Im selben Jahr beendete sie das Gymnasium und auch die Akademie mit einem zusätzlichen Abschluss zum Korrepetitor. Seine Aufgabe ist, am Klavier anstatt des Orchesters zu spielen, wenn Sänger, Chöre, Instrumentalisten, Tänzer oder Schauspieler ein Stück neu lernen oder wiederholen, ihre Rollen einstudieren oder Szenen geprobt werden, und gibt darüber hinaus in Einzelproben korrigierende musikalische Hinweise. Anschließend ging sie als Sekretärin der Direktorin des Musikfestivals Santander nach Spanien, um neben Englisch und Italienisch auch noch Spanien zu lernen. Wieder zu Hause in Wien, legte sie Prüfungen ab, um als Stadtführerin in vier Sprachen arbeiten zu können. Tagsüber erläuterte sie ihren Kunden die Wunder Wiens (mit seiner anregenden Geschichte und Kultur der Habsburger), und am Abend spielte sie vor einem Publikum Wiener Musik in den größeren Hotels. Die Nachfrage nach ihren Konzerten wurde so groß, dass Barbara ein eigenes Büro eröffnete, um die Angelegenheiten ihrer drei Damen-Kapellen, unter anderem K. und K., Hofdamenkapelle, zu leiten und Tourneen in der ganzen Welt zu organisieren.

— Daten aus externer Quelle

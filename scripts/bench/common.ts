// Shared by the benchmark scripts (npm run bench, bench:import, bench:analysis, bench:review,
// bench:api): figures with their targets, the history file, a throwaway database, the built app
// served on loopback, and signing in over HTTP. Benchmarks print figures; they never fail a build.
import { execFileSync, spawn, spawnSync, type ChildProcess } from 'node:child_process';
import fs from 'node:fs';
import net from 'node:net';
import path from 'node:path';

export const ROOT = path.resolve(__dirname, '../..');
export const DIST_DIR = process.env.NEXT_DIST_DIR || '.next-bench';
export const HISTORY = path.join(ROOT, 'bench-results', 'history.jsonl');

export interface Target {
  op: '<=' | '<';
  value: number;
}

export interface Figure {
  bench: string;
  name: string;
  value: number;
  unit: string;
  target?: Target;
  /** Lower is better (times, sizes, RSS); false for throughputs. */
  lowerIsBetter?: boolean;
}

export const met = (f: Figure) => (f.target ? (f.target.op === '<=' ? f.value <= f.target.value : f.value < f.target.value) : null);

export function gitCommit(): string {
  try {
    const sha = execFileSync('git', ['rev-parse', '--short', 'HEAD'], { cwd: ROOT, encoding: 'utf8' }).trim();
    const dirty = execFileSync('git', ['status', '--porcelain', '--untracked-files=no'], { cwd: ROOT, encoding: 'utf8' }).trim() !== '';
    return dirty ? `${sha}+dirty` : sha;
  } catch {
    return 'unknown';
  }
}

interface HistoryLine {
  date: string;
  commit: string;
  bench: string;
  figures: Record<string, { value: number; unit: string }>;
}

function readHistory(): HistoryLine[] {
  if (!fs.existsSync(HISTORY)) return [];
  return fs.readFileSync(HISTORY, 'utf8').split('\n').filter(Boolean).flatMap((l) => {
    try {
      return [JSON.parse(l) as HistoryLine];
    } catch {
      return [];
    }
  });
}

/** The last earlier run of each bench, for the change column. */
function lastRuns(): Map<string, HistoryLine> {
  const m = new Map<string, HistoryLine>();
  for (const h of readHistory()) m.set(h.bench, h);
  return m;
}

const fmt = (v: number) => (Math.abs(v) >= 1000 ? v.toFixed(0) : Math.abs(v) >= 10 ? v.toFixed(1) : Math.abs(v) >= 1 ? v.toFixed(2) : v.toFixed(3));

/** Prints one table (figure, value, target, met, change against the last run), then appends this run to the history. */
export function report(figures: Figure[], title = 'Plumeward benchmarks'): void {
  const last = lastRuns();
  const rows = figures.map((f) => {
    const prev = last.get(f.bench)?.figures[f.name];
    const change = prev && prev.value !== 0 ? `${((100 * (f.value - prev.value)) / Math.abs(prev.value)) >= 0 ? '+' : ''}${((100 * (f.value - prev.value)) / Math.abs(prev.value)).toFixed(1)} %` : prev ? '' : 'first run';
    const m = met(f);
    return [f.bench, f.name, `${fmt(f.value)} ${f.unit}`, f.target ? `${f.target.op} ${f.target.value} ${f.unit}` : '', m === null ? '' : m ? 'met' : 'MISSED', change];
  });
  const head = ['bench', 'figure', 'value', 'target', '', 'vs last run'];
  const widths = head.map((h, i) => Math.max(h.length, ...rows.map((r) => r[i].length)));
  const line = (r: string[]) => `| ${r.map((c, i) => c.padEnd(widths[i])).join(' | ')} |`;
  const commit = gitCommit();
  console.log(`\n${title} — ${new Date().toISOString()} — commit ${commit}`);
  console.log(line(head));
  console.log(`|${widths.map((w) => '-'.repeat(w + 2)).join('|')}|`);
  for (const r of rows) console.log(line(r));
  const missed = figures.filter((f) => met(f) === false);
  if (missed.length) console.log(`\nMISSED TARGETS: ${missed.map((f) => `${f.bench} ${f.name} = ${fmt(f.value)} ${f.unit} (target ${f.target!.op} ${f.target!.value})`).join('; ')}`);
  else console.log('\nEvery figure with a target met it.');

  fs.mkdirSync(path.dirname(HISTORY), { recursive: true });
  const date = new Date().toISOString();
  const byBench = new Map<string, Figure[]>();
  for (const f of figures) byBench.set(f.bench, [...(byBench.get(f.bench) ?? []), f]);
  for (const [bench, fs2] of byBench) {
    const entry: HistoryLine = { date, commit, bench, figures: Object.fromEntries(fs2.map((f) => [f.name, { value: f.value, unit: f.unit }])) };
    fs.appendFileSync(HISTORY, `${JSON.stringify(entry)}\n`);
  }
  console.log(`appended to ${path.relative(ROOT, HISTORY)}`);
}

/** Peak resident set size of this process, sampled every 20 ms. */
export function rssSampler() {
  let peak = process.memoryUsage().rss;
  const timer = setInterval(() => {
    peak = Math.max(peak, process.memoryUsage().rss);
  }, 20);
  return {
    reset: () => (peak = process.memoryUsage().rss),
    peak: () => Math.max(peak, process.memoryUsage().rss),
    stop: () => clearInterval(timer),
  };
}

/** A folder under tmp/ for one throwaway database and its upload store. */
export function throwawayData(label: string) {
  fs.mkdirSync(path.join(ROOT, 'tmp'), { recursive: true });
  const dir = fs.mkdtempSync(path.join(ROOT, 'tmp', `bench-${label}-`));
  return {
    dir,
    env: { PLUMEWARD_DB: path.join(dir, 'plumeward.sqlite'), PLUMEWARD_STORE: path.join(dir, 'uploads'), NEXT_TELEMETRY_DISABLED: '1' },
    remove: () => fs.rmSync(dir, { recursive: true, force: true }),
  };
}

/**
 * Runs a worker script (scripts/bench/*-worker.ts) in its own Node process: it reads the database
 * path from the environment when lib/db is first imported, and its RSS is its own. The worker's
 * last stdout line is its JSON result.
 */
export function runWorker<T>(script: string, args: string[], env: Record<string, string>, opts: { maxOldSpaceMb?: number } = {}): T {
  const node = [...(opts.maxOldSpaceMb ? [`--max-old-space-size=${opts.maxOldSpaceMb}`] : []), '--expose-gc', '--conditions=react-server', '--import', 'tsx'];
  const r = spawnSync(process.execPath, [...node, path.join(ROOT, 'scripts/bench', script), ...args], {
    cwd: ROOT, env: { ...process.env, ...env }, encoding: 'utf8', maxBuffer: 64 << 20, stdio: ['ignore', 'pipe', 'inherit'],
  });
  if (r.status !== 0) throw new Error(`${script} exited with ${r.status}:\n${r.stdout}`);
  const lines = r.stdout.trim().split('\n');
  return JSON.parse(lines[lines.length - 1]) as T;
}

export function ensureBuild(): void {
  if (fs.existsSync(path.join(ROOT, DIST_DIR, 'BUILD_ID'))) return;
  console.log(`No build in ${DIST_DIR}: running next build (about a minute)…`);
  const r = spawnSync(process.execPath, [path.join(ROOT, 'node_modules/next/dist/bin/next'), 'build'], {
    cwd: ROOT, env: { ...process.env, NEXT_DIST_DIR: DIST_DIR, NEXT_TELEMETRY_DISABLED: '1' }, stdio: 'inherit',
  });
  if (r.status !== 0) throw new Error('next build failed');
}

function freePort(): Promise<number> {
  return new Promise((resolve, reject) => {
    const server = net.createServer();
    server.listen(0, '127.0.0.1', () => {
      const { port } = server.address() as net.AddressInfo;
      server.close(() => resolve(port));
    });
    server.on('error', reject);
  });
}

/** `next start` of the bench build on a free loopback port, as tests/setup/app-server.ts serves the app tier. */
export async function serveApp(env: Record<string, string>): Promise<{ baseUrl: string; server: ChildProcess; stop: () => Promise<void> }> {
  ensureBuild();
  const port = await freePort();
  const baseUrl = `http://127.0.0.1:${port}`;
  let output = '';
  const server = spawn(process.execPath, [path.join(ROOT, 'node_modules/next/dist/bin/next'), 'start', '-p', String(port), '-H', '127.0.0.1'], {
    cwd: ROOT,
    env: { ...process.env, ...env, NEXT_DIST_DIR: DIST_DIR, NEXTAUTH_URL: baseUrl, NEXTAUTH_SECRET: 'bench-secret-for-this-run-only', NODE_ENV: 'production', NEXT_TELEMETRY_DISABLED: '1' },
  });
  server.stdout?.on('data', (d) => (output += d));
  server.stderr?.on('data', (d) => (output += d));
  const deadline = Date.now() + 60_000;
  for (;;) {
    if (server.exitCode !== null) throw new Error(`The app exited with ${server.exitCode}:\n${output}`);
    try {
      if ((await fetch(`${baseUrl}/api/openapi.json`)).ok) break;
    } catch {
      // not listening yet
    }
    if (Date.now() > deadline) throw new Error(`The app did not answer within 60 s:\n${output}`);
    await new Promise((r) => setTimeout(r, 250));
  }
  const stop = () => new Promise<void>((resolve) => {
    if (server.exitCode !== null) return resolve();
    server.once('exit', () => resolve());
    server.kill('SIGTERM');
  });
  return { baseUrl, server, stop };
}

/** Signs in through next-auth's credentials flow (STACK.md pitfall 12); returns the cookie header. */
export async function signInCookie(baseUrl: string, email: string, password: string): Promise<string> {
  const jar = new Map<string, string>();
  const keep = (res: Response) => {
    for (const line of res.headers.getSetCookie()) {
      const [pair] = line.split(';');
      const eq = pair.indexOf('=');
      jar.set(pair.slice(0, eq).trim(), pair.slice(eq + 1));
    }
  };
  const header = () => [...jar].map(([k, v]) => `${k}=${v}`).join('; ');
  const csrfRes = await fetch(`${baseUrl}/api/auth/csrf`);
  keep(csrfRes);
  const { csrfToken } = (await csrfRes.json()) as { csrfToken: string };
  const res = await fetch(`${baseUrl}/api/auth/callback/credentials`, {
    method: 'POST', redirect: 'manual', headers: { cookie: header(), 'content-type': 'application/x-www-form-urlencoded' },
    body: new URLSearchParams({ csrfToken, email, password, json: 'true' }),
  });
  keep(res);
  const session = await (await fetch(`${baseUrl}/api/auth/session`, { headers: { cookie: header() } })).json();
  if (!session?.user) throw new Error(`Could not sign in as ${email}`);
  return header();
}

export const isMain = (m: NodeModule) => require.main === m;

1992 machte Barbara Urlaub in Antalya. Ihr erstes Engagement als Pianistin im Stadt-Hotel Antalya führte dazu, dass die Katholiken blieb. Sie leitet in Antalya erfolgreich eine Frauen-Kapelle und spielt regelmäßig in der Gemeinde Sankt Nikolaus am Klavier. Wenn sie nicht gerade musiziert, Kuchenteig anrührt oder Sport treibt, engagiert sich die Single-Lady für den türkischen Tierschutz in Antalya.

Barbara Schellenberg als jüngere Pianisten in New York Ciy.